Task details – Starting at the top of the entries below, set down each line exactly as written, and stop after the line containing "const target = resolve(path);".

[Stored data entries]
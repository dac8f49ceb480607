import { closeSync, fsyncSync, openSync, renameSync, rmSync, writeSync } from 'node:fs';
import { basename, dirname, join, resolve } from 'node:path';
/**
 * Write `contents` to `path` atomically: into a temporary file beside it, flushed, then renamed into
 * place, so that no reader sees half a file and a failure leaves nothing. An output set checks first.
 */
export function writeAtomic(path: string, contents: string | Uint8Array): void {
  const target = resolve(path);
  // Math.random, since loading node:crypto would cost every run; 'wx' refuses a name that exists.
  const tag = Math.random().toString(36).slice(2, 10);
  const temporary = join(dirname(target), `.${basename(target)}.${process.pid}.${tag}.tmp`);
  let fd: number | undefined;
  try {
    fd = openSync(temporary, 'wx');
    const bytes = typeof contents === 'string' ? Buffer.from(contents, 'utf8') : contents;
    let offset = 0;
    while (offset < bytes.length) offset += writeSync(fd, bytes, offset, bytes.length - offset);
    fsyncSync(fd);
    closeSync(fd);
    fd = undefined;
    renameSync(temporary, target);
  } catch (error) {
    if (fd !== undefined) closeSync(fd);
    try {
      rmSync(temporary, { force: true });
    } catch {
      // A temporary name the file system refused (ENAMETOOLONG) was never made: nothing to remove.
    }
    // A failed write to the open file (ENOSPC, EIO) carries no path, a failed open (EROFS, EACCES)
    // the temporary name the user never gave: name the output it was for.
    const errno = error as NodeJS.ErrnoException;
    if (errno !== null && typeof errno === 'object' && errno.code !== undefined)
      if (errno.path === undefined || errno.path === temporary) errno.path = target;
    throw error;
  }
}
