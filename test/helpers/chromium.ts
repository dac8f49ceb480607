import { type Browser, chromium } from 'playwright-core';

/**
 * Debian's Chromium (installed by .ci/run with apt-get; npm's own browser downloads do not work
 * here), headless, without sandbox (tests run as root) and without the background network
 * traffic that a closed network refuses.
 */
export function launchChromium(): Promise<Browser> {
  return chromium.launch({
    executablePath: '/usr/bin/chromium',
    args: [
      '--no-sandbox',
      '--disable-gpu',
      '--disable-background-networking',
      '--disable-component-update',
      '--disable-sync',
      '--no-first-run',
      '--disable-quic',
    ],
  });
}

Task solution –
repository dac8f49ceb480607
import { closeSync, fsyncSync, openSync, renameSync, rmSync, writeSync } from 'node:fs';
import { basename, dirname, join, resolve } from 'node:path';
/**
 * Write `contents` to `path` atomically: into a temporary file beside it, flushed, then renamed into
 * place, so that no reader sees half a file and a failure leaves nothing. An output set checks first.
 */
export function writeAtomic(path: string, contents: string | Uint8Array): void {
  const target = resolve(path);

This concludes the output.